• [Problem details]: The response should be an exact repetition of all the entries.

• [Records to process]:
:::
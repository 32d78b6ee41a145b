"""Miller's factor over frequency: what the page's frequency cursor shows."""

from __future__ import annotations

from pathlib import Path

import numpy as np
import pytest

from tauledger.asked import Asked
from tauledger.circuit import NO_CHANGE
from tauledger.engine.client import Engine
from tauledger.explain import explain
from tauledger.hand.at_edge import edge_factors, factors_over
from tauledger.netlist import read
from tauledger.pipeline import review, solve

FIXTURES = Path(__file__).parents[2] / "fixtures"
MILLER = Asked(miller=True)


@pytest.mark.parametrize("netlist", ["echo_preamp", "gain_pair", "pair", "mos_gain"])
def test_at_mid_band_it_is_the_factor_of_the_budget_and_it_turns_towards_one(engine: Engine, netlist: str) -> None:
    found = review(FIXTURES / f"{netlist}.cir", engine=engine, asked=MILLER)
    assert found.miller is not None
    assert 2 <= len(found.miller.frequency_hz) <= 60
    assert list(found.miller.frequency_hz) == sorted(set(found.miller.frequency_hz))
    largest = found.miller.curves[0]
    start = complex(largest.factor_real[0], largest.factor_imag[0])
    end = complex(largest.factor_real[-1], largest.factor_imag[-1])
    assert start.real == pytest.approx(largest.factor, rel=0.05)
    assert abs(end) < abs(start)
    rows = {node.name for node in found.nodes}
    assert {curve.row for curve in found.miller.curves} <= rows


def test_its_points_are_points_of_the_sweep_so_that_nothing_is_read_between_them(engine: Engine) -> None:
    found = review(FIXTURES / "cable_driver.cir", engine=engine, asked=MILLER)
    assert found.miller is not None
    assert found.curves is not None
    assert set(found.miller.frequency_hz) <= set(found.curves.frequency_hz)
    assert found.f_high is not None
    assert found.f_high.exact_hz is not None
    assert found.miller.frequency_hz[0] < found.f_high.exact_hz < found.miller.frequency_hz[-1]


def test_it_is_the_factor_at_the_edge_there(engine: Engine) -> None:
    numbers = solve(read(FIXTURES / "echo_preamp.cir"), NO_CHANGE, engine)
    explanation = explain(numbers)
    assert explanation.hand is not None
    hz = np.array([1e5, 7e5, 3e6])
    many = factors_over(numbers.bands, explanation.hand.nodes, hz)
    for k, one in enumerate(hz):
        for place, factor in edge_factors(numbers.bands, explanation.hand.nodes, float(one)).items():
            assert many[place][k] == pytest.approx(factor, rel=1e-12)


def test_a_capacitance_to_ground_behind_a_coil_has_no_factor(engine: Engine) -> None:
    """The coil is a short at mid-band, and the load behind it lies at ground with its other end."""
    found = review(FIXTURES / "cable_driver.cir", engine=engine, asked=MILLER)
    assert found.miller is not None
    assert "CL" not in {curve.part for curve in found.miller.curves}
    terms = {term.part: term for node in found.nodes if node.working for term in node.working.capacitances}
    assert terms["CL"].edge_factor_real is None


def test_it_is_only_worked_out_where_it_was_asked_for(engine: Engine) -> None:
    assert review(FIXTURES / "echo_preamp.cir", engine=engine).miller is None
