"""What an X card calls: which subcircuit its name means there, and the scope of the new instance."""

from __future__ import annotations

from tauledger.circuit import ReadingNote, fold
from tauledger.netlist.conditions import define_all
from tauledger.netlist.diagnostics import Site, nearest
from tauledger.netlist.draft import MOST_NESTED_INSTANCES
from tauledger.netlist.elements import InstanceCard
from tauledger.netlist.items import Setting, Word
from tauledger.netlist.netlist import Definition, Netlist
from tauledger.netlist.scopes import Binding, Scope, define
from tauledger.netlist.surroundings import Surroundings


def check_nesting(around: Surroundings, definition: Definition, item: Word, site: Site, where: str) -> None:
    """Raise NetlistError where instances stand too deep in one another, or a subcircuit in itself."""
    if len(around.context) >= MOST_NESTED_INSTANCES:
        raise site.fault(0, f"subcircuits are nested more than {MOST_NESTED_INSTANCES} deep")
    here: Surroundings | None = around
    while here is not None:
        if here.definition is definition:
            raise site.fault(item, f"subcircuit {definition.name} contains itself", f"it begins at {where}")
        here = here.caller


def find_definition(around: Surroundings, name: Word, site: Site) -> tuple[Definition, Surroundings]:
    """Find a subcircuit where the card stands, else in the definitions around it; give it with its home."""
    seen: list[str] = []
    here: Surroundings | None = around
    while here is not None:
        for definition in here.definition.definitions:
            if fold(definition.name) == fold(name.text):
                return definition, here
            seen.append(definition.name)
        here = here.lexical
    hint = nearest(name.text, seen, otherwise="define it with .subckt, or include the file that does")
    raise site.fault(name, f"no subcircuit is called {name.text!r}", hint)


def own_names(netlist: Netlist, definition: Definition) -> dict[str, str]:
    """Give the parameters that a subcircuit defines, folded and as written."""
    settings = list(definition.defaults)
    for card in definition.parameters:
        settings += [item for item in netlist.items[card] if isinstance(item, Setting)]
    return {fold(setting.name.text): setting.name.text for setting in settings}


def open_scope(
    netlist: Netlist,
    around: Surroundings,
    definition: Definition,
    call: InstanceCard,
    site: Site,
    context: tuple[str, ...],
) -> Scope:
    """Open the scope of an instance: what X gives wins over `.param` in the body, that over the default."""
    scope = around.scope.inner()
    header = Site(netlist.files, netlist.cards[definition.card], context)
    for setting in definition.defaults:
        define(scope, Binding(header, setting))
    own = own_names(netlist, definition)
    for setting in call.settings:
        name = fold(setting.name.text)
        if name in own:
            define(scope, Binding(site, setting, actual=True))
        elif name != "m" and definition.defaults:
            says = f"subcircuit {definition.name} has no parameter {setting.name.text}: read past, as ngspice does"
            near = nearest(setting.name.text, own.values())
            scope.notes.append(ReadingNote(site.where, f"{says}; {near}" if near else says))
        elif name != "m":
            message = f"subcircuit {definition.name} has no parameter {setting.name.text}"
            otherwise = f"its parameters: {', '.join(sorted(own.values()))}" if own else "it has none"
            raise site.fault(setting.name, message, nearest(setting.name.text, own.values(), otherwise=otherwise))
    define_all(netlist, definition, scope, context)
    return scope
:::
• [Written answer]:
repository 32d78b6ee41a145b
"""Miller's factor over frequency: what the page's frequency cursor shows."""

from __future__ import annotations

from pathlib import Path

import numpy as np
import pytest

from tauledger.asked import Asked
from tauledger.circuit import NO_CHANGE
from tauledger.engine.client import Engine
from tauledger.explain import explain
from tauledger.hand.at_edge import edge_factors, factors_over
from tauledger.netlist import read
from tauledger.pipeline import review, solve

FIXTURES = Path(__file__).parents[2] / "fixtures"
MILLER = Asked(miller=True)


@pytest.mark.parametrize("netlist", ["echo_preamp", "gain_pair", "pair", "mos_gain"])
def test_at_mid_band_it_is_the_factor_of_the_budget_and_it_turns_towards_one(engine: Engine, netlist: str) -> None:
    found = review(FIXTURES / f"{netlist}.cir", engine=engine, asked=MILLER)
    assert found.miller is not None
    assert 2 <= len(found.miller.frequency_hz) <= 60
    assert list(found.miller.frequency_hz) == sorted(set(found.miller.frequency_hz))
    largest = found.miller.curves[0]
    start = complex(largest.factor_real[0], largest.factor_imag[0])
    end = complex(largest.factor_real[-1], largest.factor_imag[-1])
    assert start.real == pytest.approx(largest.factor, rel=0.05)
    assert abs(end) < abs(start)
    rows = {node.name for node in found.nodes}
    assert {curve.row for curve in found.miller.curves} <= rows


def test_its_points_are_points_of_the_sweep_so_that_nothing_is_read_between_them(engine: Engine) -> None:
    found = review(FIXTURES / "cable_driver.cir", engine=engine, asked=MILLER)
    assert found.miller is not None
    assert found.curves is not None
    assert set(found.miller.frequency_hz) <= set(found.curves.frequency_hz)
    assert found.f_high is not None
    assert found.f_high.exact_hz is not None
    assert found.miller.frequency_hz[0] < found.f_high.exact_hz < found.miller.frequency_hz[-1]


def test_it_is_the_factor_at_the_edge_there(engine: Engine) -> None:
    numbers = solve(read(FIXTURES / "echo_preamp.cir"), NO_CHANGE, engine)
    explanation = explain(numbers)
    assert explanation.hand is not None
    hz = np.array([1e5, 7e5, 3e6])
    many = factors_over(numbers.bands, explanation.hand.nodes, hz)
    for k, one in enumerate(hz):
        for place, factor in edge_factors(numbers.bands, explanation.hand.nodes, float(one)).items():
            assert many[place][k] == pytest.approx(factor, rel=1e-12)


def test_a_capacitance_to_ground_behind_a_coil_has_no_factor(engine: Engine) -> None:
    """The coil is a short at mid-band, and the load behind it lies at ground with its other end."""
    found = review(FIXTURES / "cable_driver.cir", engine=engine, asked=MILLER)
    assert found.miller is not None
    assert "CL" not in {curve.part for curve in found.miller.curves}
    terms = {term.part: term for node in found.nodes if node.working for term in node.working.capacitances}
    assert terms["CL"].edge_factor_real is None


def test_it_is_only_worked_out_where_it_was_asked_for(engine: Engine) -> None:
    assert review(FIXTURES / "echo_preamp.cir", engine=engine).miller is None
"""What an X card calls: which subcircuit its name means there, and the scope of the new instance."""

from __future__ import annotations

from tauledger.circuit import ReadingNote, fold
from tauledger.netlist.conditions import define_all
from tauledger.netlist.diagnostics import Site, nearest
from tauledger.netlist.draft import MOST_NESTED_INSTANCES
from tauledger.netlist.elements import InstanceCard
from tauledger.netlist.items import Setting, Word
from tauledger.netlist.netlist import Definition, Netlist
from tauledger.netlist.scopes import Binding, Scope, define
from tauledger.netlist.surroundings import Surroundings


def check_nesting(around: Surroundings, definition: Definition, item: Word, site: Site, where: str) -> None:
    """Raise NetlistError where instances stand too deep in one another, or a subcircuit in itself."""
    if len(around.context) >= MOST_NESTED_INSTANCES:
        raise site.fault(0, f"subcircuits are nested more than {MOST_NESTED_INSTANCES} deep")
    here: Surroundings | None = around
    while here is not None:
        if here.definition is definition:
            raise site.fault(item, f"subcircuit {definition.name} contains itself", f"it begins at {where}")
        here = here.caller


def find_definition(around: Surroundings, name: Word, site: Site) -> tuple[Definition, Surroundings]:
    """Find a subcircuit where the card stands, else in the definitions around it; give it with its home."""
    seen: list[str] = []
    here: Surroundings | None = around
    while here is not None:
        for definition in here.definition.definitions:
            if fold(definition.name) == fold(name.text):
                return definition, here
            seen.append(definition.name)
        here = here.lexical
    hint = nearest(name.text, seen, otherwise="define it with .subckt, or include the file that does")
    raise site.fault(name, f"no subcircuit is called {name.text!r}", hint)


def own_names(netlist: Netlist, definition: Definition) -> dict[str, str]:
    """Give the parameters that a subcircuit defines, folded and as written."""
    settings = list(definition.defaults)
    for card in definition.parameters:
        settings += [item for item in netlist.items[card] if isinstance(item, Setting)]
    return {fold(setting.name.text): setting.name.text for setting in settings}


def open_scope(
    netlist: Netlist,
    around: Surroundings,
    definition: Definition,
    call: InstanceCard,
    site: Site,
    context: tuple[str, ...],
) -> Scope:
    """Open the scope of an instance: what X gives wins over `.param` in the body, that over the default."""
    scope = around.scope.inner()
    header = Site(netlist.files, netlist.cards[definition.card], context)
    for setting in definition.defaults:
        define(scope, Binding(header, setting))
    own = own_names(netlist, definition)
    for setting in call.settings:
        name = fold(setting.name.text)
        if name in own:
            define(scope, Binding(site, setting, actual=True))
        elif name != "m" and definition.defaults:
            says = f"subcircuit {definition.name} has no parameter {setting.name.text}: read past, as ngspice does"
            near = nearest(setting.name.text, own.values())
            scope.notes.append(ReadingNote(site.where, f"{says}; {near}" if near else says))
        elif name != "m":
            message = f"subcircuit {definition.name} has no parameter {setting.name.text}"
            otherwise = f"its parameters: {', '.join(sorted(own.values()))}" if own else "it has none"
            raise site.fault(setting.name, message, nearest(setting.name.text, own.values(), otherwise=otherwise))
    define_all(netlist, definition, scope, context)
    return scope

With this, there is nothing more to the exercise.